The closet—or whatever it was—was amateurishly made. Blobs of mortar bulged between the cinder blocks, which were stacked in a half-assed way that wasn’t quite plumb. The deputies stared at the construction. Finally, Poliakoff said, “It’s like … it’s like a little jackleg
room
!”
Delaney nodded, then ran a hand through his thick brown hair. “It’s probably what he did with the Home Depot stuff. He must have—”
“You smell it now?” Poliakoff asked.
Delaney sniffed. Even though he’d been a smoker most of his life, there was no mistaking the stink in the air. He’d spent two years in a Graves Registration unit at Dover Air Force Base and, if nothing else, he knew what death smelled like.
“Could be a rat,” Poliakoff suggested. “They get in the walls….”
Delaney shook his head. His heart was beating harder now, the adrenaline coursing through his chest.
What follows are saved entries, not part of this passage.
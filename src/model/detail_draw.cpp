// SPDX-License-Identifier: GPL-2.0-or-later
#include "model/detail_draw.h"

#include <algorithm>
#include <cmath>

#include "base/constants.h"
#include "sphere/gaussian_field.h"

namespace foreglow {
namespace {

RandomKey random_key(const DrawKey& key, DrawnField field) {
    return {key.seed, static_cast<std::uint32_t>(key.realization), static_cast<std::uint32_t>(field)};
}

// sqrt(C_l) (rho_l eta_T + sqrt(1 - rho_l^2) eta), eta_T those of the intensity.
Alm draw_correlated(std::span<const double> cl, std::span<const double> correlation, DrawnField field,
                    int lmax, const DrawKey& key) {
    std::vector<double> shared(cl.size()), own(cl.size()), sign(cl.size());
    bool any = false;
    for (std::size_t l = 0; l < cl.size(); ++l) {
        const double rho = correlation[l];
        shared[l] = rho * rho * cl[l];
        own[l] = std::max(0.0, 1 - rho * rho) * cl[l];
        sign[l] = rho < 0 ? -1.0 : 1.0;
        any = any || shared[l] > 0;
    }
    Alm alm = make_gaussian_alm(own, lmax, random_key(key, field));
    if (!any) return alm;
    Alm common = make_gaussian_alm(shared, lmax, random_key(key, DrawnField::Intensity));
    multiply_by_l(common, sign);
    add_scaled(alm, 1.0, common);
    return alm;
}

}  // namespace

Alm draw_intensity(std::span<const double> tt, int lmax, const DrawKey& key) {
    return make_gaussian_alm(tt, lmax, random_key(key, DrawnField::Intensity));
}

AlmEB draw_polarization(const DetailSpectra& spectra, int lmax, const DrawKey& key) {
    return {draw_correlated(spectra.ee, spectra.correlation, DrawnField::PolarizationE, lmax, key),
            make_gaussian_alm(spectra.bb, lmax, random_key(key, DrawnField::PolarizationB))};
}

Alm draw_scatter(const ScatterSpec& scatter, DrawnField field, int lmax, const DrawKey& key) {
    const std::vector<double> cl = scatter_spectrum(scatter);
    const std::vector<double> correlation(cl.size(), scatter.correlation);
    return draw_correlated(cl, correlation, field, std::min(lmax, scatter.lrange.last), key);
}

std::vector<double> scatter_spectrum(const ScatterSpec& scatter) {
    std::vector<double> cl(static_cast<std::size_t>(scatter.lrange.last) + 1);
    double variance = 0;
    for (int l = scatter.lrange.first; l <= scatter.lrange.last; ++l) {
        const double shape = std::pow(static_cast<double>(l), scatter.slope);
        cl[static_cast<std::size_t>(l)] = shape;
        variance += (2.0 * l + 1) * shape / (4 * constants::pi);
    }
    for (double& value : cl)
        value *= scatter.rms * scatter.rms / variance;
    return cl;
}

}  // namespace foreglow
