// SPDX-License-Identifier: GPL-2.0-or-later
#pragma once

#include <cstdint>
#include <span>
#include <vector>

#include "model/sky_model.h"

namespace foreglow {

/// Pixels of one ring among many that are asked for.
struct RingPlaces {
    int ring = 0;
    std::vector<std::size_t> places;  ///< in the list that was asked for
};

/// Sorts pixels by the ring that holds them, from the north.
[[nodiscard]] std::vector<RingPlaces> sort_by_ring(const HealpixGrid& grid,
                                                   std::span<const std::int64_t> pixels);

/// Makes single pixels of a sky, ring by ring, as make_sky_strip makes them.
/// @param pixels  RING numbers, in any order
[[nodiscard]] SkyStrip make_sky_points(const SkyModel& sky, std::span<const std::int64_t> pixels,
                                       bool with_polarization);

}  // namespace foreglow
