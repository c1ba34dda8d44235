// SPDX-License-Identifier: GPL-2.0-or-later
#include "model/point_field.h"

#include <algorithm>
#include <cmath>
#include <vector>

#include "base/error.h"
#include "sphere/sky_map.h"

namespace foreglow {
namespace {

constexpr std::size_t most_children = std::size_t{1} << 20;  // read at a time

double mean_over_children(std::span<const double> values, std::span<const double> weights) {
    double sum = 0, weight = 0, plain = 0;
    int defined = 0;
    for (std::size_t i = 0; i < values.size(); ++i) {
        if (!is_defined(values[i])) continue;
        plain += values[i];
        ++defined;
        if (weights.empty() || !is_defined(weights[i])) continue;
        sum += std::abs(weights[i]) * values[i];
        weight += std::abs(weights[i]);
    }
    if (weight > 0) return sum / weight;
    return defined > 0 ? plain / defined : undefined_pixel;
}

// Reads a map bilinearly at pixels of another grid and frame.
template <class Read>
void interpolate_at(const BilinearSampler& sampler, Frame map_frame, const HealpixGrid& grid, Frame frame,
                    std::span<const std::int64_t> pixels, std::span<double> out, const Read& read) {
    std::vector<std::int64_t> corners(4 * pixels.size());
    std::vector<double> weights(corners.size());
    std::vector<double> values(corners.size());
    make_stencils(sampler, map_frame, grid, frame, pixels, corners, weights);
    read(corners, values);
    for (std::size_t i = 0; i < pixels.size(); ++i)
        out[i] = mean_of_four(std::span(values).subspan(4 * i, 4), std::span(weights).subspan(4 * i, 4));
}

}  // namespace

double mean_of_four(std::span<const double> values, std::span<const double> weights) {
    double sum = 0, weight = 0;
    for (std::size_t k = 0; k < 4; ++k) {
        if (!is_defined(values[k])) continue;
        sum += weights[k] * values[k];
        weight += weights[k];
    }
    return weight > 0 ? sum / weight : undefined_pixel;
}

void make_stencils(const BilinearSampler& sampler, Frame map_frame, const HealpixGrid& to_grid,
                   Frame to_frame, std::span<const std::int64_t> to_pixels, std::span<std::int64_t> pixels,
                   std::span<double> weights) {
    const Matrix3 back = rotation_between(to_frame, map_frame);
    for (std::size_t i = 0; i < to_pixels.size(); ++i) {
        HealpixGrid::Stencil stencil;
        if (map_frame == to_frame) {
            const int ring = to_grid.ring_of(to_pixels[i]);
            stencil = sampler.stencil_at(to_grid, ring, to_pixels[i] - to_grid.ring(ring).first_pixel);
        } else {
            stencil = sampler.stencil(rotate(back, to_grid.direction(to_pixels[i])));
        }
        std::copy(stencil.pixels.begin(), stencil.pixels.end(),
                  pixels.begin() + static_cast<std::ptrdiff_t>(4 * i));
        std::copy(stencil.weights.begin(), stencil.weights.end(),
                  weights.begin() + static_cast<std::ptrdiff_t>(4 * i));
    }
}

PointField PointField::of_map(std::shared_ptr<const PointMap> map, std::shared_ptr<const PointMap> weights,
                              const HealpixGrid& grid, Frame frame) {
    Map source;
    source.between = HealpixGrid(std::min(map->grid().nside(), grid.nside()));
    source.grid = grid;
    source.frame = frame;
    if (!(source.between == grid) || map->frame() != frame) source.sampler.emplace(source.between);
    source.map = std::move(map);
    source.weights = std::move(weights);
    return PointField(std::move(source));
}

bool PointField::is_pixel_for_pixel() const {
    const Map* source = std::get_if<Map>(&source_);
    return source != nullptr && source->map->grid() == source->grid && source->map->frame() == source->frame;
}

void PointField::evaluate(std::span<const std::int64_t> pixels, std::span<double> out) const {
    FOREGLOW_EXPECTS(pixels.size() == out.size());
    if (const double* value = std::get_if<double>(&source_))
        std::fill(out.begin(), out.end(), *value);
    else
        std::get<Map>(source_).evaluate(pixels, out);
}

void PointField::Map::evaluate(std::span<const std::int64_t> pixels, std::span<double> out) const {
    if (!sampler) return read_coarsened(pixels, out);
    interpolate_at(*sampler, map->frame(), grid, frame, pixels, out,
                   [this](std::span<const std::int64_t> corners, std::span<double> values) {
                       read_coarsened(corners, values);
                   });
}

// The values of the grid between, which is the map's own unless the map is finer than what is asked.
void PointField::Map::read_coarsened(std::span<const std::int64_t> pixels, std::span<double> out) const {
    if (between == map->grid()) return map->read(pixels, out);
    const auto family = static_cast<std::size_t>(map->grid().npix() / between.npix());
    const std::size_t parents = std::max<std::size_t>(1, most_children / family);
    std::vector<std::int64_t> children;
    std::vector<double> values, shares;
    for (std::size_t first = 0; first < pixels.size(); first += parents) {
        const std::size_t count = std::min(parents, pixels.size() - first);
        children.resize(count * family);
        values.resize(children.size());
        shares.resize(weights ? children.size() : 0);
        for (std::size_t i = 0; i < count; ++i)
            map->grid().ring_numbers(
                between.ring_to_nested(pixels[first + i]) * static_cast<std::int64_t>(family),
                std::span(children).subspan(i * family, family));
        map->read(children, values);
        if (weights) read_weights(children, shares);
        for (std::size_t i = 0; i < count; ++i)
            out[first + i] =
                mean_over_children(std::span(values).subspan(i * family, family),
                                   weights ? std::span<const double>(shares).subspan(i * family, family)
                                           : std::span<const double>());
    }
}

// The brightness at pixels of the map's own grid.
void PointField::Map::read_weights(std::span<const std::int64_t> pixels, std::span<double> out) const {
    if (weights->grid() == map->grid() && weights->frame() == map->frame()) return weights->read(pixels, out);
    interpolate_at(BilinearSampler(weights->grid()), weights->frame(), map->grid(), map->frame(), pixels, out,
                   [this](std::span<const std::int64_t> corners, std::span<double> values) {
                       weights->read(corners, values);
                   });
}

}  // namespace foreglow
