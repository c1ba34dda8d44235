// SPDX-License-Identifier: GPL-2.0-or-later
#pragma once

#include <vector>

#include "model/channel.h"
#include "model/sky_model.h"
#include "model/spectral_basis.h"

namespace foreglow {

/// What the low-rank form leaves of each channel: rms(error)/rms(map), the larger of I and (Q, U); monopole
/// and dipole of I removed.
struct BasisErrors {
    std::vector<double> relative;  ///< [channels]
};

/// Compares weighted component maps with the exact band sums on pixels taken evenly over the sky (65536 at
/// most; fewer where there are many channels, so that the check costs about a second).
/// @param polarized  null where there is no polarization
[[nodiscard]] BasisErrors measure_basis_errors(const SkyModel& sky, const std::vector<Channel>& channels,
                                               const SpectralBasis& intensity,
                                               const SpectralBasis* polarized);

}  // namespace foreglow
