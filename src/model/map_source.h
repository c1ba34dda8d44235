// SPDX-License-Identifier: GPL-2.0-or-later
#pragma once

#include <string>

#include "base/progress.h"
#include "io/fits_map_read.h"
#include "model/model_spec.h"
#include "physics/brightness_unit.h"
#include "sphere/sky_map.h"

namespace foreglow {

/// Turns a model's map entry into what the reader of FITS maps is asked for.
[[nodiscard]] FitsMapRequest make_request(const MapSource& source);

/// Returns the frame of a map, from its header or from the model.
/// @throws InputError where both are silent, or one contradicts the other
[[nodiscard]] Frame resolve_frame(const MapSource& source, std::optional<Frame> in_header);

/// Returns the unit of a brightness column, from TUNIT or from the model.
///
/// A TUNIT such as 'K' or 'mK' fits a model's unit of the same scale, and of the same kind where a word
/// behind it says one ('mK,thermodynamic'); any other text than a known unit counts as unknown.
/// @throws InputError where both are silent, or one contradicts the other
[[nodiscard]] BrightnessUnit resolve_unit(const MapSource& source, const std::string& tunit);

/// Returns the sign of U in a map.
/// @throws InputError where both are silent, or one contradicts the other
[[nodiscard]] PolarizationConvention resolve_convention(const MapSource& source,
                                                        std::optional<PolarizationConvention> in_header);

/// Reads a map of one number per pixel that has no unit (an index, a fraction), frame resolved.
[[nodiscard]] SkyMap read_plain_map(const MapSource& source, Progress& progress);

/// Reads a brightness map in K_RJ at a frequency.
[[nodiscard]] SkyMap read_brightness_map(const MapSource& source, Frequency frequency, Progress& progress);

/// Reads Q and U in K_RJ at a frequency, COSMO.
[[nodiscard]] StokesMaps read_stokes_maps(const MapSource& source, Frequency frequency, Progress& progress);

/// Reads a map of polarization angles [deg] as unit vectors (cos 2 chi, sin 2 chi), COSMO.
[[nodiscard]] StokesMaps read_angle_map(const MapSource& source, Progress& progress);

}  // namespace foreglow
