// SPDX-License-Identifier: GPL-2.0-or-later
#pragma once

#include <optional>
#include <span>
#include <vector>

#include "base/quantity.h"
#include "sphere/alm.h"
#include "sphere/beam.h"
#include "sphere/frame.h"
#include "sphere/grid.h"
#include "sphere/harmonics.h"

namespace foreglow {

/// Tells for each pixel which share of a beam's weight falls on pixels that were filled because a survey had
/// no value there.
///
/// The map of 0 and 1 is taken to a finer grid first (up to 4 times finer), so that its edges do not ring,
/// and smoothed with a Gaussian as wide as the beam, at least one pixel. Accurate to about 2e-3 near the
/// threshold of 1 %, to 1e-2 where most of the beam falls on filled pixels.
class FilledShare {
  public:
    /// @param values     [npix]; NaN marks the filled pixels
    /// @param narrowest  FWHM of the narrowest beam that will be asked for
    FilledShare(const HealpixGrid& grid, Frame frame, std::span<const double> values, Angle narrowest);

    [[nodiscard]] bool any() const { return alm_.has_value(); }
    /// Returns the shares on the same grid, in another frame if wanted, [npix].
    [[nodiscard]] std::vector<double> under_beam(Angle fwhm, Frame frame) const;

    /// Returns the shares on one strip, [pixel_count(grid, strip)].
    [[nodiscard]] std::vector<double> on_strip(Angle fwhm, Frame frame, const RingStrip& strip) const;

  private:
    [[nodiscard]] Alm smoothed(Angle fwhm, Frame frame) const;

    HealpixGrid grid_;
    Frame frame_;
    std::optional<Alm> alm_;
};

/// Returns the FWHM of the Gaussian whose window is 1/2 where that of a beam is; at least the side of a
/// pixel.
[[nodiscard]] Angle equivalent_fwhm(const BeamWindow& window, const HealpixGrid& grid);

}  // namespace foreglow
He took a deep breath and examined the construction more closely.
The sloppiest part was closest to the ceiling—where the top row of cinder blocks lay crookedly upon the lower course, mortar dripping from the joints. Delaney picked off a piece and crushed it between his thumb and forefinger.
“You don’t think this guy …?” Poliakoff let the sentence trail away as Delaney crossed the basement to the workbench and came back with a hammer and a screwdriver.
It only took a minute, and then the cinder block was more or less free of its binding. Hitting it one more time with the hammer, Delaney broke the block loose. Then he laid his tools on the floor and, reaching up, wiggled the block back and forth.
As it came free, a stench rose up, so pungent that Delaney could almost taste it—as if he’d touched the tip of his tongue to the place in his gum where a rotten tooth had just been extracted.
“Gimme a hand,” he ordered, and with Poliakoff’s help he removed the block from the wall and set it on the floor. By now, there was no doubt in either man’s mind about what waited behind the wall, but they still couldn’t see—the opening was too high. Taking up the hammer and screwdriver, Delaney went to work on a second cinder block, attacking it with a kind of desperation—even as he held his breath. Soon this second cinder block was free, so that there was now a window into the little room, just above Delaney’s head.
Poliakoff was doing his best to keep his stomach still as Delaney looked around for something to stand on. He saw a straight-backed chair near the basement doors and dragged it over. Delaney climbed up on it and took the Maglite from his belt. Then he cast its beam through the window he’d created—and fell silent. From somewhere above, the laugh track surged.
“So what is it?” Poliakoff demanded. “What—”
Delaney swayed. “I’m gonna be sick,” he said. And he was.